The Small String Optimization is where we store strings directly in the struct, assuming they can fit in there. We reserve one of those bytes to indicate whether this is a Small String or a larger one that actually uses a pointer.
String Memory Layout
How do we tell small strings apart from nonsmall strings?
We make use of the fact that lengths (for both strings and lists) are usize values which have a maximum value of isize::MAX rather than usize::MAX. This is because List.get compiles down to an array access operation, and LLVM uses isize indices for those because they do signed arithmetic on the pointer in case the caller wants to add a negative number to the address. (We don't want to, as it happens, but that's what the low-level API supports, so we are bound by its limitations.)
Since the string's length is a usize value with a maximum of isize::MAX, we can be sure that its most significant bit will always be 0, not 1. (If it were a 1, that would be a negative isize!) We can use this fact to use that spare bit as a flag indicating whether the string is small: if that bit is a 1, it's a small string; otherwise, it's a nonsmall string.
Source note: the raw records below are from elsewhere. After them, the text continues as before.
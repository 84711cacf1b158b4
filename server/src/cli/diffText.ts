/**
 * Printing the change list of `diff.ts` for `eigenspan diff`: one change a line.
 */
import type { Change, Value } from './diff';
import { roundSig } from './physics';

function show(v: Value, unit = ''): string {
  if (v === null) return 'none';
  if (v === 'diverges') return 'diverges';
  return `${roundSig(v)}${unit}`;
}

/** Energy units (with a leading space, or '') of the old and the new setup. */
interface Units {
  old: string;
  new: string;
}

/** The difference new - old, or '' when there is none to give (`unit` null: the two sides' units differ). */
function delta(a: Value, b: Value, unit: string | null = ''): string {
  if (typeof a !== 'number' || typeof b !== 'number' || unit === null) return '';
  const d = roundSig(b - a);
  return ` (${d >= 0 ? '+' : ''}${d}${unit})`;
}

function line(c: Change, u: Units): string {
  const du = u.old === u.new ? u.new : null;
  switch (c.kind) {
    case 'system':
      return `system: ${c.old ?? 'none'} -> ${c.new ?? 'none'}`;
    case 'unit':
      return `energy unit: ${c.old ?? 'natural'} -> ${c.new ?? 'natural'}`;
    case 'weight':
      return `level ${c.n} weight: ${show(c.old)} -> ${show(c.new)}${delta(c.old, c.new)}`;
    case 'energy':
      return `level ${c.n} energy: ${show(c.old, u.old)} -> ${show(c.new, u.new)}${delta(c.old, c.new, du)}`;
    case 'captured':
      return `captured weight: ${show(c.old)} -> ${show(c.new)}${delta(c.old, c.new)}`;
    case 'mean':
    case 'spread':
      return `energy ${c.kind}: ${show(c.old, u.old)} -> ${show(c.new, u.new)}${delta(c.old, c.new, du)}`;
    case 'parity':
      return `parity: ${c.old ?? 'none'} -> ${c.new ?? 'none'}`;
    case 'finding':
      return `${c.change === 'appeared' ? '+' : '-'} ${c.finding}`;
  }
}

/**
 * The text of `eigenspan diff`: a heading naming both sides and the tolerance, then one change a line
 * (`+` a finding that appeared, `-` one that disappeared), or a line saying nothing moved.
 * Names are escaped by the caller.
 */
export function renderChanges(changes: readonly Change[], oldName: string, newName: string, tolerance: number, units: Units): string {
  const head = `physics of ${oldName} -> ${newName} (tolerance ${tolerance}):`;
  if (changes.length === 0) return `${head}\n  no changes beyond the tolerance\n`;
  return [head, ...changes.map((c) => '  ' + line(c, units))].join('\n') + '\n';
}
This makes calculating the length of the string a multi-step process:
- Get the length field out of the struct.
- Look at its highest bit. If that bit is 0, return the length as-is.
- If the bit is 1, then this is a small string, and its length is packed into the highest byte of the
usizelength field we're currently examining. Take that byte and bit shift it by 1 (to drop the1flag we used to indicate this is a small string), cast the resulting byte tousize, and that's our length. (Actually we bit shift by 4, not 1, because we only need 4 bits to store a length of 0-16, and the leftover 3 bits can potentially be useful in the future.)
Using this strategy with a conditional move instruction, we can always get the length of a Str in 2-3 cheap instructions on a single usize value, without any chance of a branch misprediction.
Thus, the layout of a small string on a 64-bit big-endian architecture would be:
|-----------usize length field----------|-----------usize pointer field---------|
|-1B-|-1B-|-1B-|-1B-|-1B-|-1B-|-1B-|-1B-|-1B-|-1B-|-1B-|-1B-|-1B-|-1B-|-1B-|-1B-|
len 'R' 'i' 'c' 'h' 'a' 'r' 'd' ' ' 'F' 'e' 'l' 'd' 'm' 'a' 'n'
The len value here would be the number 15, plus a 1 (to flag that this is a small string) that would always get bit-shifted away. The capacity of a small Unique string is always equal to 2 * usize, because that's how much you can fit without promoting to a nonsmall string.
Endianness
The preceding memory layout example works on a big-endian architecture, but most CPUs are little-endian. That means the high bit where we want to store the flag (the 0 or 1
that would make an isize either negative or positive) will actually be the usize's last byte rather than its first byte.
That means we'd have to move swap the order of the struct's length and pointer fields. Here's how the string "Roc string" would be stored on a little-endian system:
|-----------usize pointer field---------|-----------usize length field----------|
|-1B-|-1B-|-1B-|-1B-|-1B-|-1B-|-1B-|-1B-|-1B-|-1B-|-1B-|-1B-|-1B-|-1B-|-1B-|-1B-|
'R' 'o' 'c' ' ' 's' 't' 'r' 'i' 'n' 'g' 0 0 0 0 0 len
Here, len would have the same format as before (including the extra 1 in the same position, which we'd bit shift away) except that it'd store a length of 10 instead of 15.
Notice that the leftover bytes are stored as zeroes. This is handy because it means we can convert small Roc strings into C strings (which are 0-terminated) for free as long as they have at least one unused byte. Also notice that usize pointer field and usize length field have been swapped compared to the preceding example!